Advances in biotechnology have created “big-data” situations in molecular and cellular biology. Several sophisticated algorithms have been developed that process big data to generate hundreds of biomedical hypotheses (or predictions). The bottleneck to translating this large number of biological hypotheses is that each of them needs to be studied by experimentation for interpreting its functional significance. Even when the predictions are estimated to be very accurate, from a biologist’s perspective, the choice of which of these predictions is to be studied further is made based on factors like availability of reagents and resources and the possibility of formulating some reasonable hypothesis about its biological relevance. When viewed from a global perspective, say from that of a federal funding agency, ideally the choice of which prediction should be studied would be made based on which of them can make the most translational impact.

Results

We propose that algorithms be developed to identify which of the computationally generated hypotheses have potential for high translational impact; this way, funding agencies and scientific community can invest resources and drive the research based on a global view of biomedical impact without being deterred by local view of feasibility. In short, data-analytic algorithms analyze big-data and generate hypotheses; in contrast, the proposed inference-analytic algorithms analyze these hypotheses and rank them by predicted biological impact.

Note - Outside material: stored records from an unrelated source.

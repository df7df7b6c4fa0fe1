// Dense symmetric equations of compatibility: scaled to a unit diagonal, then factored into L Lᵀ.

export interface Cholesky {
  readonly size: number;
  /** By rows, lower triangle: entry (i, j) at i(i + 1)/2 + j. */
  readonly factor: Float64Array;
  /** What each unknown is multiplied by in the scaled equations. */
  readonly scale: Float64Array;
  /** The smallest pivot of the scaled matrix, 1 at best: about the inverse of its condition. */
  readonly smallestPivot: number;
}

/** `matrix`: lower triangle by rows, as `factor`. It is overwritten. */
export function cholesky(matrix: Float64Array, size: number): Cholesky {
  const scale = new Float64Array(size);
  for (let i = 0; i < size; i++) scale[i] = 1 / Math.sqrt(matrix[(i * (i + 1)) / 2 + i]!);
  let smallestPivot = Infinity;
  for (let i = 0; i < size; i++) {
    const rowI = (i * (i + 1)) / 2;
    for (let j = 0; j <= i; j++) {
      const rowJ = (j * (j + 1)) / 2;
      let sum = matrix[rowI + j]! * scale[i]! * scale[j]!;
      for (let k = 0; k < j; k++) sum -= matrix[rowI + k]! * matrix[rowJ + k]!;
      if (j < i) {
        matrix[rowI + j] = sum / matrix[rowJ + j]!;
      } else {
        // Not below zero other than by rounding, and then the caller sees it in the smallest pivot.
        smallestPivot = Math.min(smallestPivot, sum);
        matrix[rowI + i] = Math.sqrt(Math.max(sum, Number.MIN_VALUE));
      }
    }
  }
  return { size, factor: matrix, scale, smallestPivot };
}

/** Solves for `right` in place. */
export function solveCholesky({ size, factor, scale }: Cholesky, right: Float64Array): void {
  for (let i = 0; i < size; i++) {
    const row = (i * (i + 1)) / 2;
    let sum = right[i]! * scale[i]!;
    for (let k = 0; k < i; k++) sum -= factor[row + k]! * right[k]!;
    right[i] = sum / factor[row + i]!;
  }
  for (let i = size - 1; i >= 0; i--) {
    const row = (i * (i + 1)) / 2;
    const value = right[i]! / factor[row + i]!;
    for (let k = 0; k < i; k++) right[k]! -= factor[row + k]! * value;
    right[i] = value * scale[i]!;
  }
}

We demonstrate this through the development of an algorithm to predict biomedical impact of protein-protein interactions (PPIs) which is estimated by the number of future publications that cite the paper which originally reported the PPI.

Conclusions

This position paper describes a new computational problem that is relevant in the era of big-data and discusses the challenges that exist in studying this problem, highlighting the need for the scientific community to engage in this line of research. The proposed class of algorithms, namely inference-analytic algorithms, is necessary to ensure that resources are invested in translating those computational outcomes that promise maximum biological impact. Application of this concept to predict biomedical impact of PPIs illustrates not only the concept, but also the challenges in designing these algorithms.

【 授权许可】

   
2013 Ganapathiraju and Orii; licensee BioMed Central Ltd.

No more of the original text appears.